# [EXERCISE]
In the listing below, find each line that holds "export" and list it.

# [DATASET ENTRIES]
::::::

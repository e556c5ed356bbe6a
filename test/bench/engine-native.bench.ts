// The engine against NumPy (test/bench/engine_numpy.py, Debian's /usr/bin/python3) and C (test/bench/engine_ref.c,
// gcc -O3 -march=native, one thread) on the SAME input image, written once to a raw Float32 file (issue 3).
// Prints times, ratios and the largest difference between outputs; asserts nothing. Run: node test/bench/run.mjs engine-native
import { spawnSync } from 'node:child_process';
import { mkdtempSync, readFileSync, rmSync, writeFileSync } from 'node:fs';
import { tmpdir } from 'node:os';
import { join } from 'node:path';
import { benchImage, CASES, checked, EDGE, engineRun, handLoop, HEAT, maxAbsDiff, median, row, type Kind } from './engine-common';

const HERE = join(process.cwd(), 'test', 'bench');
const PYTHON = '/usr/bin/python3';
const dir = mkdtempSync(join(tmpdir(), 'fluxel-native-'));

interface Sample { wall: number; cpu: number; out: Float32Array }

function external(cmd: string, args: string[], outFile: string, n: number): Sample {
  const r = spawnSync(cmd, args, { encoding: 'utf8' });
  if (r.status !== 0) throw new Error(`${cmd} ${args.join(' ')} failed: ${r.stderr || r.error}`);
  const [wall, cpu] = r.stdout.trim().split(/\s+/).map(Number);
  const bytes = readFileSync(outFile);
  const out = new Float32Array(bytes.buffer, bytes.byteOffset, n * n);
  return { wall, cpu, out };
}

function main(): void {
  const gcc = spawnSync('gcc', ['-O3', '-march=native', '-o', join(dir, 'engine_ref'), join(HERE, 'engine_ref.c')], { encoding: 'utf8' });
  if (gcc.status !== 0) throw new Error(`gcc failed: ${gcc.stderr}`);
  const version = (cmd: string, args: string[]) => (spawnSync(cmd, args, { encoding: 'utf8' }).stdout || '').split('\n')[0].trim();
  console.log(`Same input image for every implementation (raw Float32 file); Float32, reflect; timed: the stepping loop only.`);
  console.log(`engine = generated JavaScript kernels with fused monitors (Node ${process.version}); hand = hand-written JS loop;`);
  console.log(`NumPy ${version(PYTHON, ['-c', 'import numpy; print(numpy.__version__)'])} (whole-array slicing); C = ${version('gcc', ['--version'])}, -O3 -march=native, one thread.`);
  console.log('Repetitions interleaved across the four implementations; medians. The machine is shared: CPU time is the steadier');
  console.log('figure (process.cpuUsage, time.process_time, CLOCK_PROCESS_CPUTIME_ID); ratios below are of CPU-time medians.\n');

  const schemes: Record<Kind, ReturnType<typeof checked>> = { edge: checked(EDGE), heat: checked(HEAT) };
  for (const kind of ['edge', 'heat'] as const) {
    for (let k = 0; k < 3; k++) {
      handLoop(kind, benchImage(128), 40);
      engineRun(schemes[kind], benchImage(128), 40);
    }
  }
  const widths = [16, 7, 6, 5, 10, 10, 10, 10, 11, 12, 12, 28];
  console.log(row(['case', 'size', 'steps', 'reps', 'engine s', 'hand s', 'NumPy s', 'C s', 'eng/hand', 'eng/NumPy', 'eng/C', 'max |diff| vs engine (N, C)'], widths));
  const lines: string[] = [];
  for (const c of CASES) {
    const img = benchImage(c.n);
    const input = join(dir, `in-${c.n}.raw`);
    writeFileSync(input, new Uint8Array(img.data.buffer, img.data.byteOffset, img.data.byteLength));
    const reps = c.n <= 512 ? 7 : 5;
    const t = { engine: [] as Sample[], hand: [] as Sample[], numpy: [] as Sample[], c: [] as Sample[] };
    const runners: [keyof typeof t, () => Sample][] = [
      ['engine', () => engineRun(schemes[c.kind], img, c.steps)],
      ['hand', () => handLoop(c.kind, img, c.steps)],
      ['numpy', () => external(PYTHON, [join(HERE, 'engine_numpy.py'), c.kind, String(c.n), String(c.steps), input, join(dir, 'np.raw')], join(dir, 'np.raw'), c.n)],
      ['c', () => external(join(dir, 'engine_ref'), [c.kind, String(c.n), String(c.steps), input, join(dir, 'c.raw')], join(dir, 'c.raw'), c.n)],
    ];
    let dNumpy = 0, dC = 0;
    for (let r = 0; r < reps; r++) {
      // Rotate the order each repetition so no implementation always runs right after another's cache footprint.
      for (let k = 0; k < runners.length; k++) {
        const [name, go] = runners[(k + r) % runners.length];
        t[name].push(go());
      }
      const e = t.engine[t.engine.length - 1].out;
      dNumpy = Math.max(dNumpy, maxAbsDiff(e, t.numpy[t.numpy.length - 1].out));
      dC = Math.max(dC, maxAbsDiff(e, t.c[t.c.length - 1].out));
    }
    const cpu = (xs: Sample[]) => median(xs.map(s => s.cpu));
    const wall = (xs: Sample[]) => median(xs.map(s => s.wall));
    const [e, h, np, cc] = [cpu(t.engine), cpu(t.hand), cpu(t.numpy), cpu(t.c)];
    console.log(row([
      c.label, `${c.n}²`, c.steps, reps, e.toFixed(3), h.toFixed(3), np.toFixed(3), cc.toFixed(3),
      (e / h).toFixed(2), (e / np).toFixed(2), (e / cc).toFixed(2), `${dNumpy.toExponential(1)}, ${dC.toExponential(1)}`,
    ], widths));
    lines.push(`${row([c.label, `${c.n}²`], [16, 7])} wall medians: engine ${wall(t.engine).toFixed(3)} s, hand ${wall(t.hand).toFixed(3)} s, NumPy ${wall(t.numpy).toFixed(3)} s, C ${wall(t.c).toFixed(3)} s`);
  }
  console.log('\n' + lines.join('\n'));
  console.log('\nTargets (issue 3): engine/hand ≤ 1.25; engine faster than NumPy (eng/NumPy < 1) on edge-preserving at 2048².');
  console.log('Differences: Float32 storage everywhere, but JavaScript evaluates each step in Float64 while NumPy and C use Float32 arithmetic.');
}

try {
  main();
} finally {
  rmSync(dir, { recursive: true, force: true });
}
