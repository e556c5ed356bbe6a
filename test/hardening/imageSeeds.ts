// Valid seed files of every format we read, made by code (no photographs): PNG grey 8/16-bit, RGB, RGBA and palette,
// baseline JPEG (jpeg-js' encoder), TIFF 32-bit float (our writer) and 8-bit RGB (utif2's writer), PGM P5 8/16-bit
// and P2, PFM grey and colour; and files whose headers claim enormous sizes, one per format.

import { spawnSync } from 'node:child_process';
import { encode as encodeJpeg } from 'jpeg-js';
import { PNG } from 'pngjs';
import * as UTIF from 'utif2';
import { encodeImage } from '../../src/images/codec';
import type { GreyImage } from '../../src/images/types';
import { chunk, concat, handPng, ihdr, PNG_SIGNATURE } from '../unit/images/helpers';

/** A smooth ramp with a disc, width × height, values in [0, 1]. */
export function picture(width: number, height: number): GreyImage {
  const data = new Float32Array(width * height);
  for (let y = 0; y < height; y++) {
    for (let x = 0; x < width; x++) {
      const disc = (x - width / 2) ** 2 + (y - height / 2) ** 2 < (Math.min(width, height) / 3) ** 2 ? 0.4 : 0;
      data[y * width + x] = Math.min(1, 0.1 + 0.5 * (x / width) + disc);
    }
  }
  return { width, height, data };
}

function rgba(img: GreyImage): Uint8Array {
  const out = new Uint8Array(img.width * img.height * 4);
  for (let i = 0; i < img.data.length; i++) {
    const v = Math.round(img.data[i] * 255);
    out.set([v, 255 - v, (v * 7) & 255, 255], 4 * i);
  }
  return out;
}

const ascii = (s: string): Uint8Array => new TextEncoder().encode(s);

export function seedFiles(): { name: string; bytes: Uint8Array }[] {
  const img = picture(24, 16);
  const { width: w, height: h } = img;
  const px = rgba(img);
  const pngRgba = new PNG({ width: w, height: h });
  pngRgba.data = Buffer.from(px);
  const pngRgb = PNG.sync.write(pngRgba, { colorType: 2 });
  const pal = handPng(w, h, 4, 3, Array.from({ length: h }, (_, y) => new Uint8Array(w / 2).fill(((y & 15) << 4) | (15 - (y & 15)))),
    new Uint8Array(48).map((_, i) => (i * 5) & 255));
  const jpeg = encodeJpeg({ data: Buffer.from(px), width: w, height: h }, 90).data;
  const tiffRgb = new Uint8Array(UTIF.encodeImage(px, w, h));
  const p2 = ascii(`P2\n# plain grey map\n${w} ${h}\n255\n${Array.from(img.data, (v) => Math.round(v * 255)).join(' ')}\n`);
  const pfColour = (() => {
    const head = ascii(`PF\n${w} ${h}\n-1.0\n`);
    const body = new Float32Array(w * h * 3).map((_, i) => img.data[Math.floor(i / 3)] * (1 + (i % 3)));
    return concat([head, new Uint8Array(body.buffer)]);
  })();
  return [
    { name: 'png-grey8', bytes: encodeImage(img, 'png', { bitDepth: 8 }) },
    { name: 'png-grey16', bytes: encodeImage(img, 'png', { bitDepth: 16 }) },
    { name: 'png-rgb', bytes: new Uint8Array(pngRgb) },
    { name: 'png-rgba', bytes: new Uint8Array(PNG.sync.write(pngRgba)) },
    { name: 'png-palette', bytes: pal },
    { name: 'jpeg-rgb', bytes: new Uint8Array(jpeg) },
    { name: 'tiff-float', bytes: encodeImage(img, 'tiff') },
    { name: 'tiff-rgb8', bytes: tiffRgb },
    { name: 'pgm-p5-8', bytes: encodeImage(img, 'pgm', { bitDepth: 8 }) },
    { name: 'pgm-p5-16', bytes: encodeImage(img, 'pgm', { bitDepth: 16 }) },
    { name: 'pgm-p2', bytes: p2 },
    { name: 'pfm-grey', bytes: encodeImage(img, 'pfm') },
    { name: 'pfm-colour', bytes: pfColour },
  ];
}

/**
 * Compressed TIFFs written by another library: Pillow (Debian's /usr/bin/python3, python3-pil) with LZW, PackBits and
 * Deflate, 8-bit grey. Empty when that interpreter or Pillow is missing (all-layers.sh installs both).
 */
export function pillowSeeds(): { name: string; bytes: Uint8Array }[] {
  const script = [
    'import io, sys, base64',
    'from PIL import Image',
    'im = Image.new("L", (24, 16))',
    'im.putdata([(x * 9 + y * 5 + (40 if (x - 12) ** 2 + (y - 8) ** 2 < 25 else 0)) % 256 for y in range(16) for x in range(24)])',
    'for c in ("tiff_lzw", "packbits", "tiff_adobe_deflate"):',
    '    b = io.BytesIO(); im.save(b, format="TIFF", compression=c); print(c, base64.b64encode(b.getvalue()).decode())',
  ].join('\n');
  const r = spawnSync('/usr/bin/python3', ['-c', script], { encoding: 'utf8' });
  if (r.status !== 0) return [];
  return r.stdout.trim().split('\n').map((l) => {
    const [name, b64] = l.split(' ');
    return { name: `tiff-${name}`, bytes: new Uint8Array(Buffer.from(b64, 'base64')) };
  });
}

/** Files (a few hundred bytes) whose headers claim `width` × `height` pixels, with little or no pixel data behind. */
export function claimingFiles(width: number, height: number): { name: string; bytes: Uint8Array }[] {
  const seeds = new Map(seedFiles().map((s) => [s.name, s.bytes]));
  const pngIhdr = concat([PNG_SIGNATURE, ihdr(width >>> 0, height >>> 0, 8, 0), chunk('IDAT', new Uint8Array([0x78, 0x9c, 0x03, 0x00, 0x00, 0x00, 0x00, 0x01])), chunk('IEND', new Uint8Array(0))]);
  // JPEG: the seed with its SOF0 height and width fields (16-bit each) overwritten.
  const jpeg = (seeds.get('jpeg-rgb') as Uint8Array).slice();
  for (let i = 2; i + 9 < jpeg.length; i++) {
    if (jpeg[i] === 0xff && jpeg[i + 1] === 0xc0) {
      const hh = Math.min(height, 65535);
      const ww = Math.min(width, 65535);
      jpeg.set([hh >> 8, hh & 255, ww >> 8, ww & 255], i + 5);
      break;
    }
  }
  // TIFF: the float seed with ImageWidth/ImageLength (LONG values in the IFD entries) overwritten.
  const tiff = (seeds.get('tiff-float') as Uint8Array).slice();
  const tv = new DataView(tiff.buffer);
  const ifd = tv.getUint32(4, true);
  for (let k = 0; k < tv.getUint16(ifd, true); k++) {
    const e = ifd + 2 + 12 * k;
    const tag = tv.getUint16(e, true);
    if (tag === 256) tv.setUint32(e + 8, width >>> 0, true);
    if (tag === 257) tv.setUint32(e + 8, height >>> 0, true);
  }
  return [
    { name: 'png', bytes: pngIhdr },
    { name: 'jpeg', bytes: jpeg },
    { name: 'tiff', bytes: tiff },
    { name: 'pgm-p5', bytes: ascii(`P5\n${width} ${height}\n255\n\0\0\0\0`) },
    { name: 'pgm-p5-16', bytes: ascii(`P5\n${width} ${height}\n65535\n\0\0\0\0`) },
    { name: 'pgm-p2', bytes: ascii(`P2\n${width} ${height}\n255\n0 1 2\n`) },
    { name: 'pfm', bytes: ascii(`Pf\n${width} ${height}\n-1.0\n\0\0\0\0`) },
    { name: 'pfm-colour', bytes: ascii(`PF\n${width} ${height}\n1.0\n\0\0\0\0`) },
  ];
}
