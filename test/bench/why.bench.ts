// Costs of the "see why" work, each against a baseline measured in the same run (prints; asserts nothing):
// - per-step measures (drift, TV, energy, change) when every step is recorded, against the same run without them;
// - the change stop (RMS change every step) against the same number of plain steps;
// - modifiedEquation and frequencyMap per example, against the stability analysis of the same example;
// - the influence map of one pixel over N steps (adjoint sweep) against recording the trajectory it walks.

import { readdirSync, readFileSync } from 'node:fs';
import { cpus, loadavg } from 'node:os';
import { join } from 'node:path';
import { influenceMap } from '../../src/analysis/influence';
import { modifiedEquation } from '../../src/analysis/modifiedEquation';
import { frequencyMap } from '../../src/analysis/spectrum';
import { analyseStability } from '../../src/analysis/stability';
import { createRun, recordTrajectory } from '../../src/engine';
import { makeScene } from '../../src/images/scenes';
import { parseAndCheck } from '../../src/notation';

function median(xs: number[]): number {
  const s = [...xs].sort((a, b) => a - b);
  return s[Math.floor(s.length / 2)];
}

function timed(f: () => void): number {
  const t0 = performance.now();
  f();
  return performance.now() - t0;
}

console.log(`machine: ${cpus().length} cores, load average ${loadavg().map((v) => v.toFixed(1)).join(' ')}`);
const dir = join(process.cwd(), 'examples');
const read = (f: string) => parseAndCheck(readFileSync(join(dir, f), 'utf8')).scheme!;
const heat = read('heat-2d.fluxel');
const pm = read('edge-preserving.fluxel');
const image = makeScene('survey', { width: 256, height: 256 }).noisy;

console.log('\nper-step measures, every step recorded, 256×256, 40 steps (median of 7, interleaved)');
for (const [name, s] of [['heat-2d', heat], ['edge-preserving', pm]] as const) {
  const on: number[] = [], off: number[] = [];
  for (let k = 0; k < 7; k++) {
    off.push(timed(() => createRun(s, { image, steps: 40, every: 1, measures: false }).runSync()));
    on.push(timed(() => createRun(s, { image, steps: 40, every: 1 }).runSync()));
  }
  const a = median(off), b = median(on);
  console.log(`  ${name.padEnd(16)} without ${a.toFixed(1).padStart(7)} ms   with ${b.toFixed(1).padStart(7)} ms   ratio ${(b / a).toFixed(2)}x`);
}

console.log('\nchange stop (RMS change every step) vs plain steps, heat-2d 256×256, 200 steps (median of 7)');
{
  const on: number[] = [], off: number[] = [];
  for (let k = 0; k < 7; k++) {
    off.push(timed(() => createRun(heat, { image, steps: 200, measures: false }).runSync()));
    on.push(timed(() => createRun(heat, { image, steps: 200, measures: false, stopChange: 1e-12 }).runSync()));
  }
  const a = median(off), b = median(on);
  console.log(`  plain ${a.toFixed(1)} ms, with the change rule ${b.toFixed(1)} ms, ratio ${(b / a).toFixed(2)}x`);
}

console.log('\nanalysis per example (median of 9): stability (baseline), modified equation, frequency map 101×101');
for (const f of readdirSync(dir).filter((x) => x.endsWith('.fluxel')).sort()) {
  const s = read(f);
  const st: number[] = [], me: number[] = [], fm: number[] = [];
  for (let k = 0; k < 9; k++) {
    st.push(timed(() => analyseStability(s)));
    me.push(timed(() => modifiedEquation(s)));
    fm.push(timed(() => frequencyMap(s)));
  }
  const a = median(st);
  console.log(`  ${f.replace('.fluxel', '').padEnd(18)} stability ${a.toFixed(2).padStart(7)} ms   modified eq ${median(me).toFixed(2).padStart(7)} ms (${(median(me) / a).toFixed(2)}x)   frequency map ${median(fm).toFixed(2).padStart(7)} ms (${(median(fm) / a).toFixed(2)}x)`);
}

console.log('\ninfluence map of one pixel, 128×128 input, frozen weights (median of 3)');
const small = makeScene('survey', { width: 128, height: 128 }).noisy;
for (const [name, s] of [['heat-2d', heat], ['edge-preserving', pm]] as const) {
  for (const N of [5, 20]) {
    const rec: number[] = [], inf: number[] = [];
    let evals = 0;
    for (let k = 0; k < 3; k++) {
      let traj = null as ReturnType<typeof recordTrajectory> | null;
      rec.push(timed(() => { traj = recordTrajectory(s, N, { image: small }); }));
      inf.push(timed(() => { evals = influenceMap(s, traj!.states, { x: 64, y: 64 }).evaluations; }));
    }
    const a = median(rec), b = median(inf);
    console.log(`  ${name.padEnd(16)} N = ${String(N).padStart(2)}: recording ${a.toFixed(1).padStart(7)} ms, adjoint sweep ${b.toFixed(1).padStart(7)} ms (${(b / a).toFixed(1)}x), ${evals} stencil evaluations`);
  }
}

::::::

# [REPLY]
export function picture(width: number, height: number): GreyImage {
export function seedFiles(): { name: string; bytes: Uint8Array }[] {
export function pillowSeeds(): { name: string; bytes: Uint8Array }[] {
export function claimingFiles(width: number, height: number): { name: string; bytes: Uint8Array }[] {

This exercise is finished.